== Records for the task ==
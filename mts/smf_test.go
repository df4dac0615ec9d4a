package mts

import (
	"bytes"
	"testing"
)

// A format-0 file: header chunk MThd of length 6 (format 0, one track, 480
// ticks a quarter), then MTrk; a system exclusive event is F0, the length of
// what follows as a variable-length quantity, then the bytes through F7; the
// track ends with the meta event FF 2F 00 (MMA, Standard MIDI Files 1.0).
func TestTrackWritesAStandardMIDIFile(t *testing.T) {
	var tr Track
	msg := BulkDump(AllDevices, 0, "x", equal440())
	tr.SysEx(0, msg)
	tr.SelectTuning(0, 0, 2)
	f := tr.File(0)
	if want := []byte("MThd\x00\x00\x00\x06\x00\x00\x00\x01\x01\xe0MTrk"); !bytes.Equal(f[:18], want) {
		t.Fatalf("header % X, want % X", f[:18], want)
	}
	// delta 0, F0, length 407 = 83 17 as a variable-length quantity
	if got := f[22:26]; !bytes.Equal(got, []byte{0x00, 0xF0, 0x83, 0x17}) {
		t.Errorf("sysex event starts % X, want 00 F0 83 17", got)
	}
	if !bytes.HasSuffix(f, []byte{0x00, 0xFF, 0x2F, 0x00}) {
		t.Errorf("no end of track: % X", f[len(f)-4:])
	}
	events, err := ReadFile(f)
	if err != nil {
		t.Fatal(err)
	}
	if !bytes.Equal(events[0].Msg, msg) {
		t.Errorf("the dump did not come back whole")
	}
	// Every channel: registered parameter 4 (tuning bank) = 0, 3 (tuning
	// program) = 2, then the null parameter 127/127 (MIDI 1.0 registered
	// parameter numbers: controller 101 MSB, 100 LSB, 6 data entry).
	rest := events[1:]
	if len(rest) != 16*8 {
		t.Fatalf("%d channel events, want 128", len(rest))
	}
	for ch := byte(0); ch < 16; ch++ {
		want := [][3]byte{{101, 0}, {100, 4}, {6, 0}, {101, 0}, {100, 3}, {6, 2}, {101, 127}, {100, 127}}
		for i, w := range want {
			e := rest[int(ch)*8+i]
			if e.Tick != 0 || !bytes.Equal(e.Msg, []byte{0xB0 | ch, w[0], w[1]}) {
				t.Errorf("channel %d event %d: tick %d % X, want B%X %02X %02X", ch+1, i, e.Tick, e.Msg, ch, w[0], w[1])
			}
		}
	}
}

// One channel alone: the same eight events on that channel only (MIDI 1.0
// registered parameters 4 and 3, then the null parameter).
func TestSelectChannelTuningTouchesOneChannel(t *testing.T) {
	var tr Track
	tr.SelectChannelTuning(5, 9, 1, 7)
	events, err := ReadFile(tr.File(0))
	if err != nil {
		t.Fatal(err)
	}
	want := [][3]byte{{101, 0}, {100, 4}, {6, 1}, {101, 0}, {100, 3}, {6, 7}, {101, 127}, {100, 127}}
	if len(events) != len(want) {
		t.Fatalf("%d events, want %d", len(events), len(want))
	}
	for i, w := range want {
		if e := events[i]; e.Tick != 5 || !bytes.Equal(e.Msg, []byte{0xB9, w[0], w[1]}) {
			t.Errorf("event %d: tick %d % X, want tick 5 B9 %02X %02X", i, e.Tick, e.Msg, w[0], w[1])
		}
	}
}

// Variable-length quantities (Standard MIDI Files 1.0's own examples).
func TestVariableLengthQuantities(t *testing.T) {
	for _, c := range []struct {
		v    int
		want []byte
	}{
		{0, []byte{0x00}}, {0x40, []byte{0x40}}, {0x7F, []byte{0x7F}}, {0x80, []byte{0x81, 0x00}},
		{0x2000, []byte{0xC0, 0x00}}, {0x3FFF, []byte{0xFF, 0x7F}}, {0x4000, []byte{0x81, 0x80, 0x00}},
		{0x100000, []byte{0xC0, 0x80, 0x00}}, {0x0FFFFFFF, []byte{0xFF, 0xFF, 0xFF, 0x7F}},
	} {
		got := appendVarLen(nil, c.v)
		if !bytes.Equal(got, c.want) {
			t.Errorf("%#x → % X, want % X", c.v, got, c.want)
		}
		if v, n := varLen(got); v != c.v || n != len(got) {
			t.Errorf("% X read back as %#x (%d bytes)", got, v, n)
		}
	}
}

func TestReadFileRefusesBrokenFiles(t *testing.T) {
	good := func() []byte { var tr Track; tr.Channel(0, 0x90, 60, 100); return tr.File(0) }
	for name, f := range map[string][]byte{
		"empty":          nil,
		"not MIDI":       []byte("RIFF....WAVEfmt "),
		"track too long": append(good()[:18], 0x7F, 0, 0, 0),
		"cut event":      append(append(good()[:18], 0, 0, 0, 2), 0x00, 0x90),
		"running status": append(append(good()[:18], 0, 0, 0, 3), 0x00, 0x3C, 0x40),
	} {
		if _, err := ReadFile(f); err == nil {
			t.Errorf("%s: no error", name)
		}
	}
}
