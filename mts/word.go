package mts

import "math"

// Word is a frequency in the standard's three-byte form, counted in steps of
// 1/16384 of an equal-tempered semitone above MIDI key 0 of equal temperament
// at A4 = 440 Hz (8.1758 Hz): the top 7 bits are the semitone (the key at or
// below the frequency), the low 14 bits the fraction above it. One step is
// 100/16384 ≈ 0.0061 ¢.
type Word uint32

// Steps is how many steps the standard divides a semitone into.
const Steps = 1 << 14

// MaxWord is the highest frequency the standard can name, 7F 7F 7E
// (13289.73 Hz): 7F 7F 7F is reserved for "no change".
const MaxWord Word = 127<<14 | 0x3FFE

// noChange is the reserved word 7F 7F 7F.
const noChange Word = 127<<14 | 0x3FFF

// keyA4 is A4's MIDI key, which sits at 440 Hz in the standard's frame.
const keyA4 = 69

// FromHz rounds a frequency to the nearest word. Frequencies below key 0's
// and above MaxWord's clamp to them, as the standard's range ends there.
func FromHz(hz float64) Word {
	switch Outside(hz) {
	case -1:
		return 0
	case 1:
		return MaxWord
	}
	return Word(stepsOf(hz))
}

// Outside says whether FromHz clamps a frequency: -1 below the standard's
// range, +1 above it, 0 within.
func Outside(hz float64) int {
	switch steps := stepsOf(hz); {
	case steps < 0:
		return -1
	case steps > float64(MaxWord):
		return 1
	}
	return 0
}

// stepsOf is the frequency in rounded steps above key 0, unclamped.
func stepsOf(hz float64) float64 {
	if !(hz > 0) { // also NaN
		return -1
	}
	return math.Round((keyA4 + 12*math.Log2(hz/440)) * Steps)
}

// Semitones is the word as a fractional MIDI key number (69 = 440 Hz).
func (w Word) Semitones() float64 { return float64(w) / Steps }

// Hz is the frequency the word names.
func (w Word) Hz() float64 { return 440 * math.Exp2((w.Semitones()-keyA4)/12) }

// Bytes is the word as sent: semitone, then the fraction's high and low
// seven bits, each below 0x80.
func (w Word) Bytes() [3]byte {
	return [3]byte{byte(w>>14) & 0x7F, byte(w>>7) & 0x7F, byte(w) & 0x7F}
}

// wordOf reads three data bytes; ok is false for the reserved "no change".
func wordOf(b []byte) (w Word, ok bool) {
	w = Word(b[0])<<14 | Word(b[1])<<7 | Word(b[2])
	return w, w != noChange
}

== Work order ==
Display each line of the data where "parameter" occurs.

== Problem solution ==
	// Every channel: registered parameter 4 (tuning bank) = 0, 3 (tuning
	// program) = 2, then the null parameter 127/127 (MIDI 1.0 registered
	// parameter numbers: controller 101 MSB, 100 LSB, 6 data entry).
// registered parameters 4 and 3, then the null parameter).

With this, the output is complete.